Exercise details —
Look through the records below for the line with "const auto e = sprague_extended(y);". Return that line and each one after it up to and including the line with "per r (from", exactly.

Data records —
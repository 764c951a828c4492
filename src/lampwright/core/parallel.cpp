#include "lampwright/core/parallel.hpp"

#include <algorithm>
#include <atomic>
#include <exception>
#include <mutex>
#include <system_error>
#include <thread>
#include <vector>

namespace lampwright {

unsigned worker_count(unsigned requested, std::size_t items) {
    const unsigned cores = std::max(1u, std::thread::hardware_concurrency());
    const unsigned wanted = requested == 0 ? cores : std::min(requested, cores);
    return static_cast<unsigned>(std::min<std::size_t>(wanted, std::max<std::size_t>(1, items)));
}

void parallel_for(std::size_t n, unsigned workers, const std::function<void(std::size_t)>& body) {
    std::atomic<std::size_t> next{0};
    std::atomic<bool> stop{false};
    std::exception_ptr first;
    std::mutex first_mutex;
    auto worker = [&] {
        for (std::size_t i = next++; i < n && !stop; i = next++) {
            try {
                body(i);
            } catch (...) {
                std::lock_guard<std::mutex> lock(first_mutex);
                if (!first) first = std::current_exception();
                stop = true;
            }
        }
    };
    run_workers(workers, worker);
    if (first) std::rethrow_exception(first);
}

void run_workers(unsigned workers, const std::function<void()>& worker) {
    // jthreads join when they go out of scope, on every path: a thread that cannot be started
    // (std::system_error) leaves the work to those that could, never a joinable std::thread
    // destroyed (which is std::terminate).
    std::vector<std::jthread> pool;
    pool.reserve(workers > 0 ? workers - 1 : 0);
    for (unsigned t = 1; t < workers; ++t) {
        try {
            pool.emplace_back(worker);
        } catch (const std::system_error&) {
            break;
        }
    }
    worker();
}

}  // namespace lampwright
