#include "lampwright/core/interpolation.hpp"

#include "lampwright/core/error.hpp"

#include <fmt/format.h>

#include <algorithm>
#include <array>
#include <cmath>

namespace lampwright {

namespace {
// Values above this are interpolated scaled (resample_to_1nm); below it the interpolation cannot
// overflow (its coefficients are below 1e3) and the values are used as they are, bit for bit.
constexpr double kScaleValuesAbove = 1e250;
}  // namespace

bool is_uniformly_spaced(const std::vector<double>& x) {
    if (x.size() < 2) return false;
    const double step = (x.back() - x.front()) / static_cast<double>(x.size() - 1);
    for (std::size_t i = 1; i < x.size(); ++i)
        if (std::abs((x[i] - x[i - 1]) - step) > 1e-6 * step) return false;
    return true;
}

namespace {

// CIE 167:2005, Table 2: two extra points at each end from the six nearest.
std::vector<double> sprague_extended(const std::vector<double>& f) {
    const std::size_t n = f.size();
    std::vector<double> e(n + 4);
    std::copy(f.begin(), f.end(), e.begin() + 2);
    e[0] = (884 * f[0] - 1960 * f[1] + 3033 * f[2] - 2648 * f[3] + 1080 * f[4] - 180 * f[5]) / 209;
    e[1] = (508 * f[0] - 540 * f[1] + 488 * f[2] - 367 * f[3] + 144 * f[4] - 24 * f[5]) / 209;
    e[n + 2] = (-24 * f[n - 6] + 144 * f[n - 5] - 367 * f[n - 4] + 488 * f[n - 3] - 540 * f[n - 2] +
                508 * f[n - 1]) / 209;
    e[n + 3] = (-180 * f[n - 6] + 1080 * f[n - 5] - 2648 * f[n - 4] + 3033 * f[n - 3] -
                1960 * f[n - 2] + 884 * f[n - 1]) / 209;
    return e;
}

// CIE 167:2005, eq. (3): quintic through f[-2..3] for 0 <= x <= 1 between f[0] and f[1].
double sprague_segment(const double* f, double x) {
    const double fm2 = f[0], fm1 = f[1], f0 = f[2], f1 = f[3], f2 = f[4], f3 = f[5];
    const double a0 = f0;
    const double a1 = (2 * fm2 - 16 * fm1 + 16 * f1 - 2 * f2) / 24;
    const double a2 = (-fm2 + 16 * fm1 - 30 * f0 + 16 * f1 - f2) / 24;
    const double a3 = (-9 * fm2 + 39 * fm1 - 70 * f0 + 66 * f1 - 33 * f2 + 7 * f3) / 24;
    const double a4 = (13 * fm2 - 64 * fm1 + 126 * f0 - 124 * f1 + 61 * f2 - 12 * f3) / 24;
    const double a5 = (-5 * fm2 + 25 * fm1 - 50 * f0 + 50 * f1 - 25 * f2 + 5 * f3) / 24;
    return a0 + x * (a1 + x * (a2 + x * (a3 + x * (a4 + x * a5))));
}

}  // namespace

std::vector<double> sprague_interpolate(double x0, double step, const std::vector<double>& y,
                                        const std::vector<double>& x_out) {
    if (y.size() < 6) throw Error("Sprague interpolation needs at least 6 points");
    const auto e = sprague_extended(y);
    const std::size_t last_segment = y.size() - 2;
    // A whole-number step s (5 nm data onto 1 nm): the positions inside a segment repeat as
    // r / s, so the quintic's weights on its six points are computed once per r (from
    // sprague_segment on unit vectors: it is linear in the points) instead of per output.
    const bool whole_step = step >= 2 && step <= 50 && step == std::floor(step);
    const int s = whole_step ? static_cast<int>(step) : 0;
    std::vector<std::array<double, 6>> weights(static_cast<std::size_t>(s));
    for (int r = 1; r < s; ++r)
        for (int m = 0; m < 6; ++m) {
            double unit[6] = {0, 0, 0, 0, 0, 0};
            unit[m] = 1;
            weights[static_cast<std::size_t>(r)][static_cast<std::size_t>(m)] = sprague_segment(unit, static_cast<double>(r) / s);
        }
    const auto segment = [&](std::size_t i, double frac) {
        if (whole_step) {
            const double rs = std::round(frac * s);
            if (rs >= 1 && rs < s && std::abs(frac - rs / s) < 1e-12) {
                const auto& w = weights[static_cast<std::size_t>(rs)];
                const double* f = &e[i];
                return w[0] * f[0] + w[1] * f[1] + w[2] * f[2] + w[3] * f[3] + w[4] * f[4] + w[5] * f[5];
            }
        }
        return sprague_segment(&e[i], frac);
    };
    std::vector<double> out(x_out.size());
    for (std::size_t k = 0; k < x_out.size(); ++k) {
        const double t = (x_out[k] - x0) / step;
        if (!std::isfinite(t)) throw Error("Sprague interpolation at a non-finite position");
        const double seg = std::floor(t + 1e-9);
        std::size_t i = static_cast<std::size_t>(std::clamp(seg, 0.0, static_cast<double>(last_segment)));
        const double frac = std::clamp(t - static_cast<double>(i), 0.0, 1.0);
        out[k] = (std::abs(frac) < 1e-12) ? y[i] : (std::abs(frac - 1) < 1e-12 ? y[i + 1] : segment(i, frac));
    }
    return out;
}

std::vector<double> pchip_interpolate(const std::vector<double>& x, const std::vector<double>& y,
                                      const std::vector<double>& x_out) {
    const std::size_t n = x.size();
    std::vector<double> h(n - 1), delta(n - 1), d(n, 0.0);
    for (std::size_t i = 0; i + 1 < n; ++i) {
        h[i] = x[i + 1] - x[i];
        delta[i] = (y[i + 1] - y[i]) / h[i];
    }
    if (n == 2) {
        d[0] = d[1] = delta[0];
    } else {
        for (std::size_t i = 1; i + 1 < n; ++i) {
            if (delta[i - 1] * delta[i] > 0) {  // Fritsch-Butland weighted harmonic mean
                const double w1 = 2 * h[i] + h[i - 1], w2 = h[i] + 2 * h[i - 1];
                d[i] = (w1 + w2) / (w1 / delta[i - 1] + w2 / delta[i]);
            }
        }
        // Three-point end slopes, limited to keep monotonicity (as in Moler, Numerical Computing with MATLAB, 3.4).
        auto end_slope = [](double h0, double h1, double d0, double d1) {
            double s = ((2 * h0 + h1) * d0 - h0 * d1) / (h0 + h1);
            if (s * d0 <= 0) s = 0;
            else if (d0 * d1 <= 0 && std::abs(s) > std::abs(3 * d0)) s = 3 * d0;
            return s;
        };
        d[0] = end_slope(h[0], h[1], delta[0], delta[1]);
        d[n - 1] = end_slope(h[n - 2], h[n - 3], delta[n - 2], delta[n - 3]);
    }
    std::vector<double> out(x_out.size());
    for (std::size_t k = 0; k < x_out.size(); ++k) {
        const double xv = std::clamp(x_out[k], x.front(), x.back());
        std::size_t i = static_cast<std::size_t>(std::upper_bound(x.begin(), x.end(), xv) - x.begin());
        i = std::clamp<std::size_t>(i, 1, n - 1) - 1;
        const double t = (xv - x[i]) / h[i];
        const double t2 = t * t, t3 = t2 * t;
        out[k] = (2 * t3 - 3 * t2 + 1) * y[i] + (t3 - 2 * t2 + t) * h[i] * d[i] + (-2 * t3 + 3 * t2) * y[i + 1] +
                 (t3 - t2) * h[i] * d[i + 1];
    }
    return out;
}

namespace {

// Whether the wavelengths are the whole numbers first, first + 1, ..., last.
bool on_1nm_grid(const std::vector<double>& x, int first, int last) {
    bool on_grid = static_cast<double>(last - first + 1) == static_cast<double>(x.size());
    for (std::size_t i = 0; on_grid && i < x.size(); ++i) on_grid = x[i] == static_cast<double>(first) + static_cast<double>(i);
    return on_grid;
}

}  // namespace

Spectrum resample_to_1nm(SampledSpectrum&& s) {
    const auto& x = s.wavelengths_nm;
    if (x.size() >= 2 && x.front() >= kMinGridNm && x.back() <= kMaxGridNm && x.front() < x.back()) {
        const int first = static_cast<int>(std::ceil(x.front() - 1e-9));
        const int last = static_cast<int>(std::floor(x.back() + 1e-9));
        if (on_1nm_grid(x, first, last)) {
            // Every interpolant passes through the data points: the values are the answer.
            Spectrum out{s.name, first, std::move(s.values)};
            out.absolute = s.absolute;
            out.electrical_power_W = s.electrical_power_W;
            return out;
        }
    }
    return resample_to_1nm(static_cast<const SampledSpectrum&>(s));
}

Spectrum resample_to_1nm(const SampledSpectrum& s) {
    const auto& x = s.wavelengths_nm;
    if (x.size() < 2) throw Error("spectrum '" + s.name + "' has fewer than two points");
    // Checked before any conversion to int (out of range it is undefined behaviour) and before the
    // grid is built (its size is last - first + 1 points). The readers refuse such files with
    // the line; this guards spectra built in code.
    if (!(x.front() >= kMinGridNm && x.back() <= kMaxGridNm && x.front() < x.back()))
        throw Error(fmt::format("spectrum '{}' runs {:g}-{:g} nm; wavelengths must lie within {:g}-{:g} nm and increase", s.name, x.front(), x.back(),
                                kMinGridNm, kMaxGridNm));
    const int first = static_cast<int>(std::ceil(x.front() - 1e-9));
    const int last = static_cast<int>(std::floor(x.back() + 1e-9));
    Spectrum out{s.name, first, {}};
    out.absolute = s.absolute;
    out.electrical_power_W = s.electrical_power_W;
    // Already on the 1 nm grid: every interpolant here passes through the data points, so the
    // values are the answer (a copy, no arithmetic; the && overload takes them over instead).
    if (on_1nm_grid(x, first, last)) {
        out.values = s.values;
        return out;
    }
    std::vector<double> grid;
    for (int nm = first; nm <= last; ++nm) grid.push_back(nm);
    // Huge finite values (a file in odd units, 1e306 and up) would overflow inside the
    // interpolation: Sprague's end extension multiplies them by up to 3033/209 (CIE 167:2005,
    // Table 2) and pchip divides differences by steps under 1 nm. Both are linear in the values,
    // so the values are interpolated scaled by a power of two (exact: only the exponent changes)
    // and scaled back; only a result truly beyond the largest double is refused.
    double largest = 0;
    for (double v : s.values) largest = std::max(largest, std::abs(v));
    int exponent = 0;
    if (largest > kScaleValuesAbove) (void)std::frexp(largest, &exponent);
    std::vector<double> y = s.values;
    if (exponent != 0)
        for (double& v : y) v = std::ldexp(v, -exponent);
    if (is_uniformly_spaced(x) && x.size() >= 6) {
        const double step = (x.back() - x.front()) / static_cast<double>(x.size() - 1);
        out.values = sprague_interpolate(x.front(), step, y, grid);
    } else {
        out.values = pchip_interpolate(x, y, grid);
    }
    if (exponent != 0) {
        for (double& v : out.values) v = std::ldexp(v, exponent);
        for (std::size_t i = 0; i < out.values.size(); ++i)
            if (!std::isfinite(out.values[i]))
                throw Error(fmt::format("spectrum '{}': the interpolated value at {} nm exceeds the largest number a double holds (values up to {:g}); "
                                        "rescale the file",
                                        s.name, first + static_cast<int>(i), largest));
    }
    return out;
}

double interpolate_linear(const std::vector<double>& x, const std::vector<double>& y, double at) {
    if (x.empty()) return 0.0;
    if (at <= x.front()) return y.front();
    if (at >= x.back()) return y.back();
    const auto i = static_cast<std::size_t>(std::upper_bound(x.begin(), x.end(), at) - x.begin());
    const double t = (at - x[i - 1]) / (x[i] - x[i - 1]);
    return y[i - 1] + t * (y[i] - y[i - 1]);
}

}  // namespace lampwright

Reply —
    const auto e = sprague_extended(y);
    const std::size_t last_segment = y.size() - 2;
    // A whole-number step s (5 nm data onto 1 nm): the positions inside a segment repeat as
    // r / s, so the quintic's weights on its six points are computed once per r (from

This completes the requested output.